How to complete this task => Below are some entries. Copy each line that holds the string "math".

Saved data entries:
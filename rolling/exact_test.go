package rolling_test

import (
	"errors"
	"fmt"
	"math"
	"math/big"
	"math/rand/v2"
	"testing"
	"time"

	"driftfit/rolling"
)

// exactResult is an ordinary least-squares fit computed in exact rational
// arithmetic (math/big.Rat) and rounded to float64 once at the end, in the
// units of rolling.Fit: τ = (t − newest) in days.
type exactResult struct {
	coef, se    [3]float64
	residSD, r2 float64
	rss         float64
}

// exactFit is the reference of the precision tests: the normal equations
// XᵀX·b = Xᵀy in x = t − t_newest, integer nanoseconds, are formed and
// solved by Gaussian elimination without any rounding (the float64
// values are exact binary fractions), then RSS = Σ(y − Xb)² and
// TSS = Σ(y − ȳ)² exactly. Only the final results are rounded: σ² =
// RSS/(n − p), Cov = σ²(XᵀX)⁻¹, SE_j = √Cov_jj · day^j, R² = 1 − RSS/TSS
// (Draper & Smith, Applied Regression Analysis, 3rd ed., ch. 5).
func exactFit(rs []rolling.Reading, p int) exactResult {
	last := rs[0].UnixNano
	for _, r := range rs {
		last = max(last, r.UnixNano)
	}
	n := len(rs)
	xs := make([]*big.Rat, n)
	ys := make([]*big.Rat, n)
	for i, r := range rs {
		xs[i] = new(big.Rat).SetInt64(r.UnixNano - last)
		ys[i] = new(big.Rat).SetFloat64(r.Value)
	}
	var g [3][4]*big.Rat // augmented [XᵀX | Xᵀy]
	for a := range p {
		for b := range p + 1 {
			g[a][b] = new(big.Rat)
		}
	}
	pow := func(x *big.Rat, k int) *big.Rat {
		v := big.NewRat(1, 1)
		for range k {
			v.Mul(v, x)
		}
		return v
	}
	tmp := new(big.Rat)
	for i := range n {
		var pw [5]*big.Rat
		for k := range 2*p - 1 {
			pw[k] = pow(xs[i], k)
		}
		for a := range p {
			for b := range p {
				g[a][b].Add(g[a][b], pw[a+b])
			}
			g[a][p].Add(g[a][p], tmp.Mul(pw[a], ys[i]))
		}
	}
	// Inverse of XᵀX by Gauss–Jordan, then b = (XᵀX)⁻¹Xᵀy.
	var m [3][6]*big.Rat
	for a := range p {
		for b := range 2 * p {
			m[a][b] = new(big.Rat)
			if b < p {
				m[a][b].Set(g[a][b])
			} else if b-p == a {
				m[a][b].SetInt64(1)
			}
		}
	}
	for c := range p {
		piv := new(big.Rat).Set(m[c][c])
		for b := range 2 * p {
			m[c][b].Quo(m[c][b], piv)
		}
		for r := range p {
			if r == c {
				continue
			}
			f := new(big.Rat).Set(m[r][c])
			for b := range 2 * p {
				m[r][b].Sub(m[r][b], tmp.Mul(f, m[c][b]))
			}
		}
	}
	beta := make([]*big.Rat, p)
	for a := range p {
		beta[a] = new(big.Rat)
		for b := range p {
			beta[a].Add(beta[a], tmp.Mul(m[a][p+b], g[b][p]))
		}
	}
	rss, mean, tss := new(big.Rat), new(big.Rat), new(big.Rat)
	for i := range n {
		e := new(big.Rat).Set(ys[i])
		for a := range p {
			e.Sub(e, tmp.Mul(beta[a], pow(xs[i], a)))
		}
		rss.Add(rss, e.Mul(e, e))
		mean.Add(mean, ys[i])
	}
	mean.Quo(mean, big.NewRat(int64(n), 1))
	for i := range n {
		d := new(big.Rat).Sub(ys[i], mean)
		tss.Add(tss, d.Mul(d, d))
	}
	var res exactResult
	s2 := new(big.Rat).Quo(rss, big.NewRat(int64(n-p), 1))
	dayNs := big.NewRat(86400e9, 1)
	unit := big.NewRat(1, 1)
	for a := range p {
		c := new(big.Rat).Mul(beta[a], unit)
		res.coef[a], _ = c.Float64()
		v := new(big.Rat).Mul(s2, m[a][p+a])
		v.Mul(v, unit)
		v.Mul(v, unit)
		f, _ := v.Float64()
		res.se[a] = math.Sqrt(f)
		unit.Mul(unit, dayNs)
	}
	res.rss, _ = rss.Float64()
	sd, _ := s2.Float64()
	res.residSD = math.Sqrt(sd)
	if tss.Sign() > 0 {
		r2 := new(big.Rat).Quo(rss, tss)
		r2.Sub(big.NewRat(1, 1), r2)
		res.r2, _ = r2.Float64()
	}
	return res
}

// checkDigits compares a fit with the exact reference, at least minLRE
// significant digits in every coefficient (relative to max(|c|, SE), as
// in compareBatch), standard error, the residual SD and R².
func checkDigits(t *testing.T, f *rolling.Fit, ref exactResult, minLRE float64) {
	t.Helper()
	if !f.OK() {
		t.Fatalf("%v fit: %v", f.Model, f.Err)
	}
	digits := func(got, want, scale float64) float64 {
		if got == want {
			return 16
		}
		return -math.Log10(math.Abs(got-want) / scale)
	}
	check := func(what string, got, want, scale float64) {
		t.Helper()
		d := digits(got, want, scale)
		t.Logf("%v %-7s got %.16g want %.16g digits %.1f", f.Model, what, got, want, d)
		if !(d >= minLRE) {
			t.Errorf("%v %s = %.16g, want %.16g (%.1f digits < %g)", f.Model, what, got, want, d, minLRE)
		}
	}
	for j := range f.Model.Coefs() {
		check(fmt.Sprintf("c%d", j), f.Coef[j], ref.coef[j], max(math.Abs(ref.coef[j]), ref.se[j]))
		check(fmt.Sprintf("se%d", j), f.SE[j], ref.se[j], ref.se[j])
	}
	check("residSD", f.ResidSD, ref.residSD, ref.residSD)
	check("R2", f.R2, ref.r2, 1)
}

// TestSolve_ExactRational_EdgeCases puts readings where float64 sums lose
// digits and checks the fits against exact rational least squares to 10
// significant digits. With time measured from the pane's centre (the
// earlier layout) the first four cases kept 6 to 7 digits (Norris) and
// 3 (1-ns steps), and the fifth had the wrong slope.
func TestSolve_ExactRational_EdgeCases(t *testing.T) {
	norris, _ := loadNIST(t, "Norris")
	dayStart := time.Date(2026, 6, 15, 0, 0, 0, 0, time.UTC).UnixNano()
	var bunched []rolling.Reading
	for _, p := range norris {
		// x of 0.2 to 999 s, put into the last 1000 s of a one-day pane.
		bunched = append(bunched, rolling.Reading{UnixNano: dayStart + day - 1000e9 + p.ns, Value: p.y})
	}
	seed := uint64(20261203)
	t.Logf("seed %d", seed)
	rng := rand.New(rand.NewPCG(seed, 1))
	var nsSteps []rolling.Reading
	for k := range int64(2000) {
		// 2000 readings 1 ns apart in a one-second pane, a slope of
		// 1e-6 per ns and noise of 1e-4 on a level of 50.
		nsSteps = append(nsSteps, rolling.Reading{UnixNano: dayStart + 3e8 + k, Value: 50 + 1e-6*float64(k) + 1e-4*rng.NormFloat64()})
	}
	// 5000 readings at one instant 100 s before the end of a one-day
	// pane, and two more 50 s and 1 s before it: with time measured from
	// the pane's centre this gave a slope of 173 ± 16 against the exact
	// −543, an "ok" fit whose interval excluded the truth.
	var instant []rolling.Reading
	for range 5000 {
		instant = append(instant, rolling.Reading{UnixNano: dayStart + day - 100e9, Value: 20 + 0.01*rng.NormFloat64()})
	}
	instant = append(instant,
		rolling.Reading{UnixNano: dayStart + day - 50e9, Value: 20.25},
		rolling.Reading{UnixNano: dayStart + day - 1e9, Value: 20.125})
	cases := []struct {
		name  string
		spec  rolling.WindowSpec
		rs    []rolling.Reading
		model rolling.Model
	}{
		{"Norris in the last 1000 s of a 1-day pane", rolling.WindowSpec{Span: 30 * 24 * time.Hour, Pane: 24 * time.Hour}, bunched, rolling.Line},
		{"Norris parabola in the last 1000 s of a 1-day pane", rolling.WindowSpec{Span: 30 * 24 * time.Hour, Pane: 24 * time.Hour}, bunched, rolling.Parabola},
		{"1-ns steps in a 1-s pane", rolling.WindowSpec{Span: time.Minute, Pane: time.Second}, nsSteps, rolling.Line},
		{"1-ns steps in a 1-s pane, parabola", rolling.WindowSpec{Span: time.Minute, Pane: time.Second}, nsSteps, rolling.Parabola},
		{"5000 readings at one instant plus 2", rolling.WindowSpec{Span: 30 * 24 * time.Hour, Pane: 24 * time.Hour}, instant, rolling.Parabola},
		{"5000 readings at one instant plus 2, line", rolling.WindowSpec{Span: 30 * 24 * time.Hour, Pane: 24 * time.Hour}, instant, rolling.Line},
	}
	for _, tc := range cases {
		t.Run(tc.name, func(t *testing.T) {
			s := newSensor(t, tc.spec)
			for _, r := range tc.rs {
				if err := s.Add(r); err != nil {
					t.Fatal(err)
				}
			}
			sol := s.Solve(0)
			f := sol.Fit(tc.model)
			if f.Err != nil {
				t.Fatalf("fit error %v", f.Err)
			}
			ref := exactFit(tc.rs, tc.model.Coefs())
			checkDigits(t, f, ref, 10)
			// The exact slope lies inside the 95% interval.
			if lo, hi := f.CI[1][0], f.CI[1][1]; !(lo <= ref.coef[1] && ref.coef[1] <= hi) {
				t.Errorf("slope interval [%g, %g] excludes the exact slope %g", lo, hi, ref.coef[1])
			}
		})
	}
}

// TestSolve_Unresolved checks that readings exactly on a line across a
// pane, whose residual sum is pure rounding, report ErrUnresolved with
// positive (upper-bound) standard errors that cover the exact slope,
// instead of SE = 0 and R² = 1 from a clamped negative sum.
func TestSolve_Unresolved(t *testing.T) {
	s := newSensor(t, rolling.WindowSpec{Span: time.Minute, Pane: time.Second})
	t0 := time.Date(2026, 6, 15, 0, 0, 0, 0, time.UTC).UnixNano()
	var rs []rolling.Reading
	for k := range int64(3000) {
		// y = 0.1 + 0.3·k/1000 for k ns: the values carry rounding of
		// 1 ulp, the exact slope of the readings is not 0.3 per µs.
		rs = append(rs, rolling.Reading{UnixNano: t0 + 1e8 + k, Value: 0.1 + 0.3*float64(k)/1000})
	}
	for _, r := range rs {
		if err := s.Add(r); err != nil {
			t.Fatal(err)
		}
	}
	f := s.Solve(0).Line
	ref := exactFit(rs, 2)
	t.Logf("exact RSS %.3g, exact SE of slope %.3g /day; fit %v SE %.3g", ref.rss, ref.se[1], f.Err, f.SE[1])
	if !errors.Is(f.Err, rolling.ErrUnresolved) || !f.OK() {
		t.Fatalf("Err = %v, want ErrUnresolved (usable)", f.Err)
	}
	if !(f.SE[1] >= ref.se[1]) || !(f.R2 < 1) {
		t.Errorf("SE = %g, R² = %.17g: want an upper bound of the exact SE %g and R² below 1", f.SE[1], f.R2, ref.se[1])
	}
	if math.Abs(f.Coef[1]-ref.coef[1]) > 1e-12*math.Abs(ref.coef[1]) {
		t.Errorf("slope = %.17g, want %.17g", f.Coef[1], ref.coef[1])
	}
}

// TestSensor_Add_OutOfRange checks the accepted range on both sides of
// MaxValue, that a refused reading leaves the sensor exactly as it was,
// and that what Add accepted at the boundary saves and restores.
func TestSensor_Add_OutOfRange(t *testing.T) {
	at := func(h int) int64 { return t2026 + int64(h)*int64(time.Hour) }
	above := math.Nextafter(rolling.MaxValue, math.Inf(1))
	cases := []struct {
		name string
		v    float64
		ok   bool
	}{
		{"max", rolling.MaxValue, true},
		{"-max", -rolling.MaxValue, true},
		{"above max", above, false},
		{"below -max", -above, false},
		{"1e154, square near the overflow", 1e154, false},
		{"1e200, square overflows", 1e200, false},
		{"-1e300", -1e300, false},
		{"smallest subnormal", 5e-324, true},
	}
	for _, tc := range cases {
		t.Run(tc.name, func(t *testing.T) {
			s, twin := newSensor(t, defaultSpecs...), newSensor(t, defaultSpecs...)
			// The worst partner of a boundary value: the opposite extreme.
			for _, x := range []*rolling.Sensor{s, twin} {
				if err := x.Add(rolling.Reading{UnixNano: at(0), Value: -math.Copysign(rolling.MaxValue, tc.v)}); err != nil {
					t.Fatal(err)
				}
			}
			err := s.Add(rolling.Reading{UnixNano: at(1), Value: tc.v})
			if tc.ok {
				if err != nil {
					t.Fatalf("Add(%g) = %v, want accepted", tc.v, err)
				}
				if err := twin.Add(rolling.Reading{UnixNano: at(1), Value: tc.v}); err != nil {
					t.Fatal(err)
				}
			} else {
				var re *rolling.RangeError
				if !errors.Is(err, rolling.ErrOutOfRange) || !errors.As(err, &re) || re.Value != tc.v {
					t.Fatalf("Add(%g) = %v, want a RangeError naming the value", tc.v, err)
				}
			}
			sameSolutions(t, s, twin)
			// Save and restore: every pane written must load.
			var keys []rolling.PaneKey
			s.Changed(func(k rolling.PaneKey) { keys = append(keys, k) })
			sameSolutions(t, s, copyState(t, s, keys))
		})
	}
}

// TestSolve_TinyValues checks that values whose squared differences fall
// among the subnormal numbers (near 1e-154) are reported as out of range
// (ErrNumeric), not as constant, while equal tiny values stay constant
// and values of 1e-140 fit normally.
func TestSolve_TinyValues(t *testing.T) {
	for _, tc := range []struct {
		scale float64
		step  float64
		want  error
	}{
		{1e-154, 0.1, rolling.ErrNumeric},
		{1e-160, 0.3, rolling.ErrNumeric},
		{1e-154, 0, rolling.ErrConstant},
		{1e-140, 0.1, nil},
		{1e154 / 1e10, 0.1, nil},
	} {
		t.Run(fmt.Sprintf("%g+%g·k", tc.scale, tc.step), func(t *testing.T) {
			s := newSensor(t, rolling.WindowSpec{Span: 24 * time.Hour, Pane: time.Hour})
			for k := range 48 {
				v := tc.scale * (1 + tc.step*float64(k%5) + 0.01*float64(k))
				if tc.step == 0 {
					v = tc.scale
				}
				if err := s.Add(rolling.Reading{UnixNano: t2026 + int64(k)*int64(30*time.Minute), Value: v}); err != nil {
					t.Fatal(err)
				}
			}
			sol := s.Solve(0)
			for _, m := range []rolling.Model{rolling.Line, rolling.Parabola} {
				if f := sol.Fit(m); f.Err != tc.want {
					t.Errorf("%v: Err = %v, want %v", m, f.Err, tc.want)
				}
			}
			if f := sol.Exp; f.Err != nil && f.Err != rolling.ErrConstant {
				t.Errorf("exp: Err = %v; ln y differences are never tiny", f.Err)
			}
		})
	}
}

Solution for this problem =>
	"math"
	"math/big"
	"math/rand/v2"
// arithmetic (math/big.Rat) and rounded to float64 once at the end, in the
		res.se[a] = math.Sqrt(f)
	res.residSD = math.Sqrt(sd)
		return -math.Log10(math.Abs(got-want) / scale)
		check(fmt.Sprintf("c%d", j), f.Coef[j], ref.coef[j], max(math.Abs(ref.coef[j]), ref.se[j]))
	if math.Abs(f.Coef[1]-ref.coef[1]) > 1e-12*math.Abs(ref.coef[1]) {
	above := math.Nextafter(rolling.MaxValue, math.Inf(1))
				if err := x.Add(rolling.Reading{UnixNano: at(0), Value: -math.Copysign(rolling.MaxValue, tc.v)}); err != nil {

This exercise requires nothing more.